Not being a smartass or anything just interested cause it looks different to the standard gym-goers workout? Just wondering what the reasoning behind it is


----------



## dianbolblueheart (Dec 2, 2010)

oh yeah true true


----------



## juggernaut (Dec 3, 2010)

aussie1 said:


> alot of compound, exercises look good. Just wondering the reasoning behind the reps and sets? Why 20 reps of squats and not like 3 x 8? Just think i would leave the gym feeling i havent done enough if i just did 1 set of barbell rows for 5 reps. Also why is back worked 3 times in the week? Why arent muscle groups separated for different days so you can recover?
> 
> Not being a smartass or anything just interested cause it looks different to the standard gym-goers workout? Just wondering what the reasoning behind it is



A couple of reasons: 
a) the lower area of the body is more receptive (growth wise) to higher volume work; 
b) after these workouts, however brief are extremely brutal and hit the areas like none other. In short, they do the job. There's no reason to isolate or do a multi-volume set simply for the sake of just doing it. The body part along with the stabilizers get hit and there's no reason to completely annihilate it;  
c) the back is worked throughout the week, but the entire posterior chain is a vast area to train all in one workout;
d) I never prescribe to the typical or the "standard gym-goers" workouts. Everything I do, from training my clients to running my businesses is research based. Why do more when you can do less and get more bang for the buck? Point of flexion, multi-angle workouts, in my opinion are simply theoretical high volume workouts that indeed have their place in training repertoire, but again why do more where you can meet a goal in a lesser amount of time and work?


----------



## aussie1 (Dec 6, 2010)

juggernaut said:


> A couple of reasons:
> a) the lower area of the body is more receptive (growth wise) to higher volume work;
> b) after these workouts, however brief are extremely brutal and hit the areas like none other. In short, they do the job. There's no reason to isolate or do a multi-volume set simply for the sake of just doing it. The body part along with the stabilizers get hit and there's no reason to completely annihilate it;
> c) the back is worked throughout the week, but the entire posterior chain is a vast area to train all in one workout;
> d) I never prescribe to the typical or the "standard gym-goers" workouts. Everything I do, from training my clients to running my businesses is research based. Why do more when you can do less and get more bang for the buck? Point of flexion, multi-angle workouts, in my opinion are simply theoretical high volume workouts that indeed have their place in training repertoire, but again why do more where you can meet a goal in a lesser amount of time and work?
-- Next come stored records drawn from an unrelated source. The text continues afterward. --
"""``shopterm calc gears --lead L``: the change gears that make a lead on this leadscrew.

Also holds the small helpers that ``calc dial`` and ``calc starts`` share (reading the lead,
falling back on the config's lathe when flags leave something out).
"""

from __future__ import annotations

from fractions import Fraction

from shopterm.commands import add_json_option, emit_json, print_table
from shopterm.errors import InvalidEntry, ShoptermError
from shopterm.lathe.gears import (DEFAULT_MARGIN, GearTrain, find_trains, parse_gear_list,
                                  parse_gearbox, parse_lead, parse_leadscrew, parse_ratio)
from shopterm.lathe.machine import Lathe
from shopterm.units import MM_PER_INCH

LEAD_HELP = "lead wanted: 1.5mm, 1.5 (mm), 0.05in or 20tpi (multi-start: the lead)"


def register(subparsers) -> None:
    p = subparsers.add_parser(
        "gears", help="change gears for a lead",
        description="Simple and compound change-gear trains that make a lead, best first. "
                    "Flags override the config's lathe.")
    p.add_argument("--lead", metavar="L", help=LEAD_HELP)
    p.add_argument("--leadscrew", metavar="S", help="leadscrew: 8tpi or 3mm")
    p.add_argument("--gears", metavar="LIST", help="gears owned: 20,25,30x2,...,127 (x2 = two)")
    p.add_argument("--box", metavar="LIST", help="gearbox positions: A=1/2,B=1,C=2")
    p.add_argument("--fixed", metavar="R", help="fixed ratio in the drive (stud/tumbler), e.g. 1 or 1/2")
    p.add_argument("--margin", metavar="TEETH", type=str,
                   help=f"compound clearance margin in teeth (default {DEFAULT_MARGIN})")
    p.add_argument("--limit", metavar="N", type=str, help="how many trains to show (default 8)")
    p.add_argument("--simple", action="store_true", help="simple trains only (no compound)")
    add_json_option(p)
    p.set_defaults(func=run)


# --------------------------------------------------------------------------------------------
# Shared by calc gears / dial / starts

def need_lead(args) -> Fraction:
    """Return the ``--lead`` given, exactly [mm]; says what to type when it is missing."""
    if not getattr(args, "lead", None):
        raise InvalidEntry("Give the lead with --lead, e.g. --lead 1.5mm or --lead 20tpi.")
    return parse_lead(args.lead)


def whole_number(text: str | None, what: str, flag: str, minimum: int = 1) -> int | None:
    """Return ``text`` as a whole number ≥ ``minimum``, or None when not given."""
    if text is None:
        return None
    try:
        value = int(str(text).strip())
    except ValueError:
        raise InvalidEntry(f"{flag} {text!r}: the {what} is a whole number, e.g. {flag} "
                           f"{max(minimum, 2)}.") from None
    if value < minimum:
        raise InvalidEntry(f"{flag} {text}: the {what} must be at least {minimum}.")
    return value


def config_lathe(args, flags: str) -> Lathe:
    """Return the lathe from the config; if none can be read, say which flags to pass."""
    try:
        from shopterm.config import load_config
    except ImportError:
        raise InvalidEntry(f"No config reader is available: pass {flags}.") from None
    try:
        config = load_config(getattr(args, "config", None) or None)
    except ShoptermError as exc:
        raise InvalidEntry(f"{exc} Or pass {flags} to leave the config out.") from None
    lathe = getattr(config, "lathe", config)
    if not isinstance(lathe, Lathe):
        raise InvalidEntry(f"The config gave no lathe: pass {flags}.")
    return lathe


def mm_and_tpi(lead_mm: float) -> str:
    """Return a lead as ``3 mm (8.4667 tpi)`` for the text output. lead_mm [mm]"""
    return f"{lead_mm:.6g} mm ({MM_PER_INCH / lead_mm:.4f} tpi)"


# --------------------------------------------------------------------------------------------

def train_dict(t: GearTrain) -> dict:
    """Return one train as ``calc gears --json`` prints it (lengths in mm)."""
    return {
        "kind": t.kind,
        "box": t.box,
        "drivers": list(t.drivers),
        "driven": list(t.driven),
        "ratio": f"{t.ratio.numerator}/{t.ratio.denominator}",
        "lead_made": round(t.lead_made_mm, 9),
        "error_pct": round(t.error_pct, 6),
        "error_per_25mm": round(t.error_per_25mm, 6),
        "error_per_inch": round(t.error_per_inch, 7),
        "exact": t.exact,
        "describe": t.describe(),
    }


def run(args) -> int:
    lead = need_lead(args)
    limit = whole_number(args.limit, "number of trains", "--limit") or 8
    margin = whole_number(args.margin, "clearance margin", "--margin", minimum=0)
    fixed = parse_ratio(args.fixed) if args.fixed else None
    box = parse_gearbox(args.box) if args.box else None
    leadscrew = parse_leadscrew(args.leadscrew) if args.leadscrew else None
    gears = parse_gear_list(args.gears) if args.gears else None
    if leadscrew is None or (gears is None and box is None):
        lathe = config_lathe(args, "--leadscrew and --gears")
        leadscrew = leadscrew or lathe.leadscrew
        if gears is None:
            gears = lathe.gears
        if box is None:
            box = lathe.gearbox
        fixed = fixed if fixed is not None else lathe.fixed_ratio
        margin = margin if margin is not None else lathe.clearance_margin
    trains = find_trains(leadscrew, lead, gears or (), fixed_ratio=fixed or 1,
                         gearbox=box or (), margin=DEFAULT_MARGIN if margin is None else margin,
                         compound=not args.simple, limit=limit)
    if args.json:
        emit_json({"lead": float(lead), "lead_unit": "mm", "leadscrew": leadscrew.label(),
                   "trains": [train_dict(t) for t in trains]})
        return 0
    print(f"Lead {mm_and_tpi(float(lead))}, leadscrew {leadscrew.label()}")
    rows = []
    for n, t in enumerate(trains, 1):
        if t.kind == "simple":
            gears_text = f"{t.drivers[0]} > idler > {t.driven[0]}"
        elif t.kind == "compound":
            gears_text = f"{t.drivers[0]}/{t.driven[0]} x {t.drivers[1]}/{t.driven[1]}"
        else:
            gears_text = "no change gears"
        if t.box is not None:
            gears_text = f"box {t.box}: {gears_text}"
        rows.append((f"{n}. {gears_text}", f"{t.lead_made_mm:.6f}",
                     "exact" if t.exact else f"{t.error_pct:+.4f}",
                     f"{t.error_per_25mm:+.4f}", f"{t.error_per_inch:+.5f}"))
    if rows:
        print_table(rows, ("train (A/B x C/D: A, C drive)", "lead mm", "error %",
                           "mm/25mm", "in/in"))
    else:
        print("No train found: list more gears with --gears.")
    return 0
alright thanks man i been doing this workout for the last 3 months  and have seen good gains along with increase in strength each week but am looking to change it up a bit what do u recommend

looking to gain mass

day 1(back bi's)
-Bent over barbell rows 6-10 x 3
-Lat pulldown 8-10 x 3
-Deadlift 12 x 3
-Barbell curl 8 x 3
- outer head bicep exercise (hammer curls, concentration curls, close grip curls ect) 10 x 3

day2(chest tris)
-incline dumbell press 8 x 3
-flat bench 8 x 3
- dips or flys  12 x 3
-close grip bench 8 x 3
-skull crusher 8 x 3

day 3(legs)
- barbell squat 12 x 3
- leg extension 12 x 3
- lying leg curls 12 x 3

day 4 (shoulders)
- military press 8 x 3
- upright row 8 x 3
- barbell shrugs 10 x 3
- rear raises 8 x 10
-will sometimes do side or front raises

what u reckon? it is a kind of typical gym workout.
- i have 3 days of rest but often will work abs or box on these days off.
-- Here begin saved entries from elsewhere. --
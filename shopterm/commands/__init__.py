"""Command-line answers to single questions (``shopterm calc …``, ``shopterm export``).

Each ``calc_<name>.py`` module defines ``register(subparsers)``, which adds its parser and sets
``func=run`` where ``run(args) -> int``. Output helpers shared by all of them live here.
"""

from __future__ import annotations

import json
import sys
from typing import Any

from shopterm.units import Unit, from_mm


def emit_json(obj: Any) -> None:
    """Print ``obj`` as one JSON document on stdout."""
    json.dump(obj, sys.stdout, indent=2, sort_keys=False)
    sys.stdout.write("\n")


def length_out(mm: float | None, unit: Unit, digits: int | None = None) -> float | None:
    """Return ``mm`` in ``unit`` for output, rounded to the unit's usual digits (6 mm, 7 in)."""
    if mm is None:
        return None
    value = from_mm(mm, unit)
    return round(value, digits if digits is not None else (6 if unit == "mm" else 7))


def add_units_option(parser) -> None:
    parser.add_argument("--units", choices=("mm", "in"),
                        help="output unit (default: the standard's own unit)")


def add_json_option(parser) -> None:
    parser.add_argument("--json", action="store_true", help="print one JSON object")


def print_table(rows: list[tuple[str, ...]], header: tuple[str, ...] | None = None) -> None:
    """Print a small left/right-aligned text table (first column left, the rest right)."""
    allrows = ([header] if header else []) + rows
    widths = [max(len(r[i]) for r in allrows) for i in range(len(allrows[0]))]
    for r in allrows:
        cells = [r[0].ljust(widths[0])] + [c.rjust(w) for c, w in zip(r[1:], widths[1:])]
        print("  ".join(cells).rstrip())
you might think it is too much but keep in mind ive just started my first test cycle on 3rd week atm.


----------



## juggernaut (Dec 6, 2010)

aussie1 said:


> alright thanks man i been doing this workout for the last 3 months  and have seen good gains along with increase in strength each week but am looking to change it up a bit what do u recommend
> 
> looking to gain mass
> 
> ...



What are your goals?


----------



## aussie1 (Dec 7, 2010)

basically put on as much muscle as possible without gaining too much fat.. as it is summer over here,

been training for about 3 years, felt i was a hard gainer to begin with started off at 143 am 5 foot 10ish, then got to 180 in about a year, plateaued at 180 for a while, started boxing training for a bit n lost some weight, then started training again and now at 186 with a fairly low bf

on test 350 mg a week, fourth jab 2morro, so far put on a kilo (2.2 pounds)


----------



## Gazhole (Dec 7, 2010)

I would go with the program Juggernaut posted above. 20 Rep Breathing Squats have packed more muscle on more people in the last 50 years than any other program. The other elements of the program are well thought-out. I'm a firm believer in doing way more warmups than true work sets.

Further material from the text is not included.